1984 was always going to be a difficult year for me. I was an avid reader of the works of George Orwell and to my mind the world events leading up to that year all foretold the emergence of a Big Brother society or, realistically under the governance of Margaret Thatcher, a Big Old Grumpy Bag society. On a personal level it was also my 21st birthday year. It was bad enough leaving my teenage years as the thought dawned on me that I was expected to be a grown up. On my actual birthday I was on my sandwich year from Trent Poly and away from home. I reluctantly celebrated with a whole Fray Bentos steak and kidney pie sat on my bed in my digs.

Two dates of great potential magnitude came and went during 1997. The 12th of January was the foretold date from 1961 of the inauguration of the HAL 9000 computer. Late August of the same year saw the coming into consciousness of Skynet and the emergence of what would, from 1984, become the Terminator. I am glad that these critical dates did not materialise as it would have been quite a disruptive year albeit a rather interesting one.

The approach to the Millenium was a great opportunity for mischievous and downright malicious predictions of mayhem and madness. On the flip-side it also made a lot of people in the IT industry a tremendous amount of money. The Bug was all pervading in popular culture, governmental circulars and very much in the perception of anyone who owned or worked with a computer.
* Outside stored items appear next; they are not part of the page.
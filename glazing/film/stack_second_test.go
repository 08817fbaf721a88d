package film_test

// A second evaluation of films, written apart: Fresnel's coefficients of the electric field, face by
// face, the recursion of a film's reflected waves (Airy), and the heat of the film's fields, summed.

import (
	"math"
	"math/cmplx"

	"panewright/glazing/film"
)

// second holds a stack of media, the first and last of them half spaces, in one polarisation.
type second struct {
	index []complex128
	delta []complex128 // 2π q d/λ, of the half spaces 0
	q     []complex128
	kappa complex128
	p     bool
}

func newSecond(first complex128, films []film.Layer, last complex128, nm float64, kappa complex128, p bool) second {
	s := second{kappa: kappa, p: p}
	add := func(n complex128, d float64) {
		q := cmplx.Sqrt((n - kappa) * (n + kappa))
		if imag(q) < 0 {
			q = -q
		}
		s.index, s.q = append(s.index, n), append(s.q, q)
		s.delta = append(s.delta, q*complex(2*math.Pi*d/nm, 0))
	}
	add(first, 0)
	for _, f := range films {
		add(f.Index, f.ThicknessNM)
	}
	add(last, 0)
	return s
}

// fresnel returns r and t of the electric field from medium i to j, with r of the magnetic sign in P.
func (s second) fresnel(i, j int) (r, t complex128) {
	if !s.p {
		d := s.q[i] + s.q[j]
		return (s.q[i] - s.q[j]) / d, 2 * s.q[i] / d
	}
	ni, nj := s.index[i], s.index[j]
	ci, cj := s.q[i]/ni, s.q[j]/nj // cosines
	d := nj*ci + ni*cj
	return (nj*ci - ni*cj) / d, 2 * ni * ci / d
}

// solve returns r and t, and the forward and backward electric amplitudes at the near face of each medium.
func (s second) solve() (r, t complex128, forward, backward []complex128) {
	n := len(s.index)
	gamma := make([]complex128, n) // reflected over forward at the near side of face i, i+1
	for i := n - 2; i >= 0; i-- {
		rho, _ := s.fresnel(i, i+1)
		x := gamma[i+1] * cmplx.Exp(2i*s.delta[i+1])
		gamma[i] = (rho + x) / (1 + rho*x)
	}
	forward, backward = make([]complex128, n), make([]complex128, n)
	a := complex128(1) // forward at the near side of face i
	for i := range n - 1 {
		rho, tau := s.fresnel(i, i+1)
		next := gamma[i+1] * cmplx.Exp(2i*s.delta[i+1])
		b := a * tau / (1 + rho*next)
		forward[i+1], backward[i+1] = b, b*next
		a = b * cmplx.Exp(1i*s.delta[i+1])
	}
	return gamma[0], forward[n-1], forward, backward
}

// flux is the power that a wave of the electric amplitude 1 carries across the films.
func (s second) flux(i int) float64 {
	if !s.p {
		return real(s.q[i])
	}
	return real(cmplx.Conj(s.q[i]/s.index[i]) * s.index[i]) // E along the film times H*
}

// heat returns the share that each film absorbs: 2π/λ Im(N²)|E|² summed over its thickness (Gauss and
// Legendre of three points in short pieces).
func (s second) heat() []float64 {
	_, _, forward, backward := s.solve()
	var list []float64
	for i := 1; i < len(s.index)-1; i++ {
		pieces := 400 + int(20*cmplx.Abs(s.delta[i]))
		var sum float64
		loss := imag(s.index[i] * s.index[i])
		q, n := s.q[i], s.index[i]
		kd := real(s.delta[i] / q) // 2πd/λ
		if loss > 0 {
			for k := range pieces {
				for _, g := range [3][2]float64{{-math.Sqrt(0.6), 5. / 18}, {0, 8. / 18}, {math.Sqrt(0.6), 5. / 18}} {
					z := (float64(k) + 0.5 + g[0]/2) / float64(pieces) * kd
					f, b := forward[i]*cmplx.Exp(1i*q*complex(z, 0)), backward[i]*cmplx.Exp(-1i*q*complex(z, 0))
					e := sq(f + b)
					if s.p {
						e = sq(q/n*(f-b)) + sq(s.kappa/n*(f+b))
					}
					sum += g[1] * e
				}
			}
		}
		list = append(list, sum/float64(pieces)*kd*loss/s.flux(0))
	}
	return list
}

func sq(z complex128) float64 { return real(z)*real(z) + imag(z)*imag(z) }

// matrix returns r and t between half spaces by the product of 2×2 matrices of cos and sin, each scaled by
// its largest element, whose logarithm is kept: t comes out as an amplitude of the tangential field.
func (s second) matrix() (r, t complex128) {
	y := make([]complex128, len(s.q))
	for i := range y {
		y[i] = s.q[i]
		if s.p {
			y[i] = s.q[i] / (s.index[i] * s.index[i])
		}
	}
	m := [4]complex128{1, 0, 0, 1}
	var logScale complex128
	for i := 1; i < len(s.q)-1; i++ {
		// cos δ and sin δ over exp(−iδ)
		e := cmplx.Exp(2i * s.delta[i])
		logScale += -1i * s.delta[i]
		c, sn := (1+e)/2, (1-e)/2*1i // sin δ exp(iδ) = (1 − e)·i/2
		f := [4]complex128{c, -1i * sn / y[i], -1i * y[i] * sn, c}
		m = [4]complex128{m[0]*f[0] + m[1]*f[2], m[0]*f[1] + m[1]*f[3], m[2]*f[0] + m[3]*f[2], m[2]*f[1] + m[3]*f[3]}
		largest := 0.0
		for _, x := range m {
			largest = max(largest, cmplx.Abs(x))
		}
		for k := range m {
			m[k] /= complex(largest, 0)
		}
		logScale += complex(math.Log(largest), 0)
	}
	y0, y1 := y[0], y[len(y)-1]
	up := m[0] + m[1]*y1
	down := m[2] + m[3]*y1
	return (y0*up - down) / (y0*up + down), 2 * y0 / (y0*up + down) * cmplx.Exp(-logScale)
}

func conj(z complex128) complex128  { return cmplx.Conj(z) }
func exp1i(z complex128) complex128 { return cmplx.Exp(1i * z) }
The opportunities to sell any sort of reassurance or complex gadgetry were scandalous although at midnight on the last day of the 20th Century I do remember carefully keeping one eye on the display on the VCR with the other watching with amused horror as a drunken reveller tried to urinate up the trunk of the Plane tree outside our house simultaneously trying to keep his footing on the snow covered pavement and his other hand on a bottle of Bailey's Irish Cream. Not the best circumstances for that chap to be remembered for had the bug bitten at that time.

Next milestone of a date was 2003. My 40th birthday year. It was alright.

What to look forward to next? Well, if I am at the laptop just after the Winter Solstice later this year I will be sure to congratulate Prof Cox on his strength of character in resisting going along with the hype and potential for cultist suicide and hysteria surrounding what the Mayans may or may not have thought would happen, assuming that they were not of course spaced out from a staple diet of beans and chocolate.

At this moment in real time I look forward to a period of a realisation of the need for peace and environental responsibility for all or at least to get us to 2015 when, on the basis of the predictions of Robert Zemeckis and others, we will all have a hoverboard of our own and we can really get back to the future.